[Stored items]
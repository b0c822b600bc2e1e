/**
 * What a contact costs, line by line.
 *
 * Rules, in this order: the per-minute part is exact to the second; every percentage (busy hours, short notice, volume) is
 * taken of the plain per-minute part of the seconds it covers, and none of another percentage; each line is rounded to the
 * nearest minor unit, halves away from zero, and the total is the sum of the printed lines.
 */
import { type Interval, intersectIntervals, totalMs } from '../interval.js';
import { MarketError } from '../market-error.js';
import {
  DAY_MS,
  fromWallClock,
  HOUR_MS,
  isoWeekday,
  MINUTE_MS,
  parseTimeOfDay,
  startOfDay,
  toWallClock,
} from '../time/local-time.js';
import { lengthText, type MoneyWriter, signedPercentText } from '../words/words.js';
import type { BusyHours, DatedPriceCard, Quote, QuoteInput, QuoteLine } from './price-types.js';

/** Nearest whole number, halves away from zero. Inputs are small enough that one division is exact at a half. */
const roundHalfUp = (value: number): number => (value < 0 ? -Math.round(-value) : Math.round(value)) || 0;

/** Price of so many seconds at a per-minute price, and a percentage of it, rounded once. */
function secondsPrice(perMinuteMinor: number, seconds: number, percent = 100): number {
  return roundHalfUp((perMinuteMinor * seconds * percent) / 6000);
}

/** The card in force for a purchase at `buyMs`, or `undefined` before the first. Quotes already given keep theirs. */
export function priceCardAt<C extends DatedPriceCard>(cards: readonly C[], buyMs: number): C | undefined {
  return cards
    .filter((card) => card.validFromMs <= buyMs)
    .reduce<C | undefined>(
      (best, card) => (best === undefined || card.validFromMs >= best.validFromMs ? card : best),
      undefined,
    );
}

/** When the hours of one rule are on, in UTC, wherever they touch `[fromMs, toMs)`. */
export function busyIntervals(hours: BusyHours, timeZone: string, fromMs: number, toMs: number): Interval[] {
  const start = parseTimeOfDay(hours.fromLocal) * MINUTE_MS;
  const end = parseTimeOfDay(hours.toLocal) * MINUTE_MS;
  const found: Interval[] = [];
  const lastDay = startOfDay(toWallClock(toMs, timeZone));
  for (let day = startOfDay(toWallClock(fromMs, timeZone)) - DAY_MS; day <= lastDay; day += DAY_MS) {
    if (!hours.days.includes(isoWeekday(day))) continue;
    found.push({
      fromMs: fromWallClock(day + start, timeZone),
      toMs: fromWallClock(day + (end > start ? end : end + DAY_MS), timeZone),
    });
  }
  return intersectIntervals(found, [{ fromMs, toMs }]);
}

/**
 * The price of `[fromMs, toMs)` bought at `buyMs`. `write` puts amounts into the lines' words.
 * Throws `bad interval` for a part that does not end after it begins, or is not bought before it begins.
 */
export function quote(input: QuoteInput, write: MoneyWriter): Quote {
  const { card, fromMs, toMs, buyMs } = input;
  if (!(toMs > fromMs)) throw new MarketError('bad interval', 'A contact must end after it begins.', { fromMs, toMs });
  if (buyMs > fromMs) throw new MarketError('bad interval', 'A contact is bought before it begins.', { buyMs, fromMs });
  const billedSeconds = Math.round((toMs - fromMs) / 1000);
  const base: QuoteLine = {
    kind: 'time',
    label: lengthText(billedSeconds * 1000),
    detail: `at ${write(card.perMinuteMinor, card.currency)} a minute`,
    amountMinor: secondsPrice(card.perMinuteMinor, billedSeconds),
  };
  const further: QuoteLine[] = [
    { kind: 'setup', label: 'Set-up', detail: 'once a contact', amountMinor: card.setupMinor },
    ...busyLines(input, billedSeconds),
    ...shortNoticeLine(input, billedSeconds),
    ...volumeLines(input, billedSeconds),
  ];
  const lines = [base, ...further.filter((line) => line.amountMinor !== 0)];
  const sum = lines.reduce((total, line) => total + line.amountMinor, 0);
  if (sum < card.minimumMinor) {
    lines.push({
      kind: 'least charge',
      label: 'Up to the least charge',
      detail: `of ${write(card.minimumMinor, card.currency)} a contact`,
      amountMinor: card.minimumMinor - sum,
    });
  }
  return { currency: card.currency, billedSeconds, lines, totalMinor: Math.max(sum, card.minimumMinor) };
}

function busyLines({ card, fromMs, toMs, timeZone }: QuoteInput, billedSeconds: number): QuoteLine[] {
  return card.busyHours.flatMap((hours): QuoteLine[] => {
    const seconds = Math.min(billedSeconds, Math.round(totalMs(busyIntervals(hours, timeZone, fromMs, toMs)) / 1000));
    if (seconds === 0) return [];
    const share = seconds === billedSeconds ? '' : `on ${lengthText(seconds * 1000)}, `;
    return [
      {
        kind: 'busy',
        label: hours.percent < 0 ? 'Quiet hours' : 'Busy hours',
        detail: `${signedPercentText(hours.percent)}, ${share}${hours.fromLocal} to ${hours.toLocal} at the station`,
        amountMinor: secondsPrice(card.perMinuteMinor, seconds, hours.percent),
      },
    ];
  });
}

function shortNoticeLine({ card, fromMs, buyMs }: QuoteInput, billedSeconds: number): QuoteLine[] {
  const rule = card.shortNotice;
  if (rule === null || fromMs - buyMs >= rule.underHours * HOUR_MS) return [];
  return [
    {
      kind: 'short notice',
      label: 'Short notice',
      detail: `${rule.percent}\u00a0%, under ${rule.underHours}\u00a0h before AOS`,
      amountMinor: secondsPrice(card.perMinuteMinor, billedSeconds, rule.percent),
    },
  ];
}

/** Each second bears the reduction of the highest tier that it lies above, so crossing a tier never makes a contact dearer. */
function volumeLines({ card, monthlyMinutesSoFar }: QuoteInput, billedSeconds: number): QuoteLine[] {
  const tiers = [...card.volume].sort((a, b) => a.overMinutesInMonth - b.overMinutesInMonth);
  const first = monthlyMinutesSoFar * 60;
  const end = first + billedSeconds;
  return tiers.flatMap((tier, index): QuoteLine[] => {
    const fromS = Math.max(first, tier.overMinutesInMonth * 60);
    const toS = Math.min(end, (tiers[index + 1]?.overMinutesInMonth ?? Number.POSITIVE_INFINITY) * 60);
    const seconds = Math.round(toS - fromS);
    if (seconds <= 0) return [];
    const share = seconds === billedSeconds ? '' : `on ${lengthText(seconds * 1000)}, `;
    return [
      {
        kind: 'volume',
        label: 'Volume',
        detail: `${signedPercentText(-tier.percent)}, ${share}after ${tier.overMinutesInMonth} min in the month`,
        amountMinor: secondsPrice(card.perMinuteMinor, seconds, -tier.percent),
      },
    ];
  });
}

/** The start of the month, station time, in which volume is counted for a contact at `timeMs`, and the start of the next. */
export function volumeMonth(timeMs: number, timeZone: string): Interval {
  const local = new Date(toWallClock(timeMs, timeZone));
  const month = (offset: number): number =>
    fromWallClock(Date.UTC(local.getUTCFullYear(), local.getUTCMonth() + offset, 1), timeZone);
  return { fromMs: month(0), toMs: month(1) };
}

* _ASSIGNED TASK_: Return each line above where the word "first" shows up.

* _TASK SOLUTION_:
/** The card in force for a purchase at `buyMs`, or `undefined` before the first. Quotes already given keep theirs. */
  const first = monthlyMinutesSoFar * 60;
  const end = first + billedSeconds;
    const fromS = Math.max(first, tier.overMinutesInMonth * 60);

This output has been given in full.